> DATA FOR THIS EXERCISE:
________________________________________

void Describer::add_data() {
  std::vector<std::string> dimensions = horizontal();
  std::vector<std::size_t> chunk{context_.input.chunk.y, context_.input.chunk.x};
  if (!fixed()) {
    dimensions.insert(dimensions.begin(), "time");
    chunk.insert(chunk.begin(), context_.input.chunk.time);
  }
  const auto& name = context_.session.job.fields[context_.field].name;
  const float missing = context_.input.field.missing;
  file_.chunked.push_back({name, dimensions, chunk, context_.input.level, missing, data_attributes()});
  const auto index = static_cast<std::size_t>(&product_ - context_.products.data());
  if (context_.input.products[index].cover_varies) {
    auto attributes = cover_attributes();
    attributes.push_back({"grid_mapping", "crs"});
    if (target_.projected) attributes.push_back({"coordinates", "lat lon"});
    file_.chunked.push_back({"cover", dimensions, chunk, context_.input.level, missing, std::move(attributes)});
  } else {
    add_cover();
  }
}

/// What the source says about itself and still holds for the product. Left out: identifiers and dates of the source file.
const std::set<std::string>& kept_globals() {
  static const std::set<std::string> kNames = {
      "institution", "institute_id", "institution_id", "model_id", "source_id", "experiment", "experiment_id",
      "forcing", "realization", "initialization_method", "physics_version", "variant_label", "activity_id",
      "parent_experiment", "parent_experiment_id", "parent_experiment_rip", "branch_time", "project_id", "frequency",
      "modeling_realm", "realm", "references", "license", "driving_model_id", "driving_experiment"};
  return kNames;
}

void set(std::vector<NamedValue>& list, const std::string& name, cf::AttributeValue value) {
  for (auto& entry : list) {
    if (entry.name == name) {
      entry.value = std::move(value);
      return;
    }
  }
  list.push_back({name, std::move(value)});
}

void Describer::add_globals(const report::Balance& balance) {
  const auto& job = context_.session.job;
  const auto& run = job.runs[context_.run];
  auto& out = file_.global;
  set(out, "Conventions", "CF-1.13");
  set(out, "title", job.title.empty() ? fmt::format("{} of {} on {}", job.fields[context_.field].name, run.name,
                                                    job.mesh.name) : job.title);
  std::string source_history, source_source;
  for (const auto& attribute : context_.source.variable->info().global_attributes) {
    if (attribute.name == "history") source_history = attribute.text;
    if (attribute.name == "source") source_source = attribute.text;
    if (!kept_globals().contains(attribute.name)) continue;
    if (!attribute.text.empty()) {
      set(out, attribute.name, attribute.text);
    } else if (attribute.numbers.size() == 1) {
      set(out, attribute.name, attribute.numbers[0]);
    }
  }
  const bool adjusted = context_.calibration != nullptr;
  set(out, "source", fmt::format("{}{}", source_source.empty() ? "model output" : source_source,
                                 adjusted ? ", regridded conservatively and adjusted to stations"
                                          : ", regridded conservatively"));
  set(out, "history", fmt::format("{}{} windrow {}: {}", source_history.empty() ? "" : source_history + "\n",
                                  newest_input_date(product_), WINDROW_VERSION,
                                  adjusted ? "regridding (conservative-1), adjustment" : "regridding (conservative-1)"));
  set(out, "run", run.name);
  set(out, "family", run.family);
  if (!run.forcing.empty()) set(out, "run_forcing", run.forcing);
  set(out, "product_version", job.version);
  set(out, "windrow_version", WINDROW_VERSION);
  set(out, "windrow_linear_map", context_.weights.map->provenance);
  set(out, "windrow_balance_source", balance.all.source);
  set(out, "windrow_balance_product", balance.all.product);
  set(out, "windrow_balance_below_min_cover", balance.all.below);
  set(out, "windrow_balance_largest_relative_residual", balance.all.relative);
  if (adjusted) {
    const auto& spec = job.fields[context_.field].adjust;
    const char* method = context_.calibration->setup.method == adjust::Method::mean_shift   ? "mean-shift"
                         : context_.calibration->setup.method == adjust::Method::mean_ratio ? "mean-ratio"
                                                                                            : "quantile-mapping";
    set(out, "windrow_adjustment", fmt::format("{}, calibrated on run {}, {} stations{}", method,
                                               job.runs[context_.session.anchor_of(context_.run)].name,
                                               context_.calibration->level_stations,
                                               spec.accept_period_mismatch && context_.calibration->period_mismatch
                                                   ? ", period mismatch accepted"
                                                   : ""));
  }
  std::string cautions;
  for (const auto& text : report::cautions()) cautions += (cautions.empty() ? "" : " ") + text;
  set(out, "cautions", cautions);
  for (const auto& [name, value] : job.output.attributes) set(out, name, value);
}

cf::ProductFile Describer::describe(const report::Balance& balance) {
  if (!fixed()) {
    file_.dimensions.push_back({"time", product_.span.t1 - product_.span.t0, true});
  }
  const auto names = horizontal();
  file_.dimensions.push_back({names[0], target_.ny, false});
  file_.dimensions.push_back({names[1], target_.nx, false});
  file_.dimensions.push_back({"bnds", 2, false});
  if (!fixed()) add_time();
  add_positions();
  add_grid_mapping();
  add_cell_area();
  add_height();
  add_status();
  add_quantization();
  add_data();
  add_globals(balance);
  return std::move(file_);
}

}  // namespace

cf::ProductFile describe(const StageContext& context, const Product& product, const pipeline::TileStats& stats,
                         const report::Balance& balance) {
  return Describer(context, product, stats).describe(balance);
}

}  // namespace windrow::engine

________________________________________

> GOAL OF THE EXERCISE: Quote each line above in full, word for word.

> TASK RESPONSE:
void Describer::add_data() {
  std::vector<std::string> dimensions = horizontal();
  std::vector<std::size_t> chunk{context_.input.chunk.y, context_.input.chunk.x};
  if (!fixed()) {
    dimensions.insert(dimensions.begin(), "time");
    chunk.insert(chunk.begin(), context_.input.chunk.time);
  }
  const auto& name = context_.session.job.fields[context_.field].name;
  const float missing = context_.input.field.missing;
  file_.chunked.push_back({name, dimensions, chunk, context_.input.level, missing, data_attributes()});
  const auto index = static_cast<std::size_t>(&product_ - context_.products.data());
  if (context_.input.products[index].cover_varies) {
    auto attributes = cover_attributes();
    attributes.push_back({"grid_mapping", "crs"});
    if (target_.projected) attributes.push_back({"coordinates", "lat lon"});
    file_.chunked.push_back({"cover", dimensions, chunk, context_.input.level, missing, std::move(attributes)});
  } else {
    add_cover();
  }
}

/// What the source says about itself and still holds for the product. Left out: identifiers and dates of the source file.
const std::set<std::string>& kept_globals() {
  static const std::set<std::string> kNames = {
      "institution", "institute_id", "institution_id", "model_id", "source_id", "experiment", "experiment_id",
      "forcing", "realization", "initialization_method", "physics_version", "variant_label", "activity_id",
      "parent_experiment", "parent_experiment_id", "parent_experiment_rip", "branch_time", "project_id", "frequency",
      "modeling_realm", "realm", "references", "license", "driving_model_id", "driving_experiment"};
  return kNames;
}

void set(std::vector<NamedValue>& list, const std::string& name, cf::AttributeValue value) {
  for (auto& entry : list) {
    if (entry.name == name) {
      entry.value = std::move(value);
      return;
    }
  }
  list.push_back({name, std::move(value)});
}

void Describer::add_globals(const report::Balance& balance) {
  const auto& job = context_.session.job;
  const auto& run = job.runs[context_.run];
  auto& out = file_.global;
  set(out, "Conventions", "CF-1.13");
  set(out, "title", job.title.empty() ? fmt::format("{} of {} on {}", job.fields[context_.field].name, run.name,
                                                    job.mesh.name) : job.title);
  std::string source_history, source_source;
  for (const auto& attribute : context_.source.variable->info().global_attributes) {
    if (attribute.name == "history") source_history = attribute.text;
    if (attribute.name == "source") source_source = attribute.text;
    if (!kept_globals().contains(attribute.name)) continue;
    if (!attribute.text.empty()) {
      set(out, attribute.name, attribute.text);
    } else if (attribute.numbers.size() == 1) {
      set(out, attribute.name, attribute.numbers[0]);
    }
  }
  const bool adjusted = context_.calibration != nullptr;
  set(out, "source", fmt::format("{}{}", source_source.empty() ? "model output" : source_source,
                                 adjusted ? ", regridded conservatively and adjusted to stations"
                                          : ", regridded conservatively"));
  set(out, "history", fmt::format("{}{} windrow {}: {}", source_history.empty() ? "" : source_history + "\n",
                                  newest_input_date(product_), WINDROW_VERSION,
                                  adjusted ? "regridding (conservative-1), adjustment" : "regridding (conservative-1)"));
  set(out, "run", run.name);
  set(out, "family", run.family);
  if (!run.forcing.empty()) set(out, "run_forcing", run.forcing);
  set(out, "product_version", job.version);
  set(out, "windrow_version", WINDROW_VERSION);
  set(out, "windrow_linear_map", context_.weights.map->provenance);
  set(out, "windrow_balance_source", balance.all.source);
  set(out, "windrow_balance_product", balance.all.product);
  set(out, "windrow_balance_below_min_cover", balance.all.below);
  set(out, "windrow_balance_largest_relative_residual", balance.all.relative);
  if (adjusted) {
    const auto& spec = job.fields[context_.field].adjust;
    const char* method = context_.calibration->setup.method == adjust::Method::mean_shift   ? "mean-shift"
                         : context_.calibration->setup.method == adjust::Method::mean_ratio ? "mean-ratio"
                                                                                            : "quantile-mapping";
    set(out, "windrow_adjustment", fmt::format("{}, calibrated on run {}, {} stations{}", method,
                                               job.runs[context_.session.anchor_of(context_.run)].name,
                                               context_.calibration->level_stations,
                                               spec.accept_period_mismatch && context_.calibration->period_mismatch
                                                   ? ", period mismatch accepted"
                                                   : ""));
  }
  std::string cautions;
  for (const auto& text : report::cautions()) cautions += (cautions.empty() ? "" : " ") + text;
  set(out, "cautions", cautions);
  for (const auto& [name, value] : job.output.attributes) set(out, name, value);
}

cf::ProductFile Describer::describe(const report::Balance& balance) {
  if (!fixed()) {
    file_.dimensions.push_back({"time", product_.span.t1 - product_.span.t0, true});
  }
  const auto names = horizontal();
  file_.dimensions.push_back({names[0], target_.ny, false});
  file_.dimensions.push_back({names[1], target_.nx, false});
  file_.dimensions.push_back({"bnds", 2, false});
  if (!fixed()) add_time();
  add_positions();
  add_grid_mapping();
  add_cell_area();
  add_height();
  add_status();
  add_quantization();
  add_data();
  add_globals(balance);
  return std::move(file_);
}

}  // namespace

cf::ProductFile describe(const StageContext& context, const Product& product, const pipeline::TileStats& stats,
                         const report::Balance& balance) {
  return Describer(context, product, stats).describe(balance);
}

}  // namespace windrow::engine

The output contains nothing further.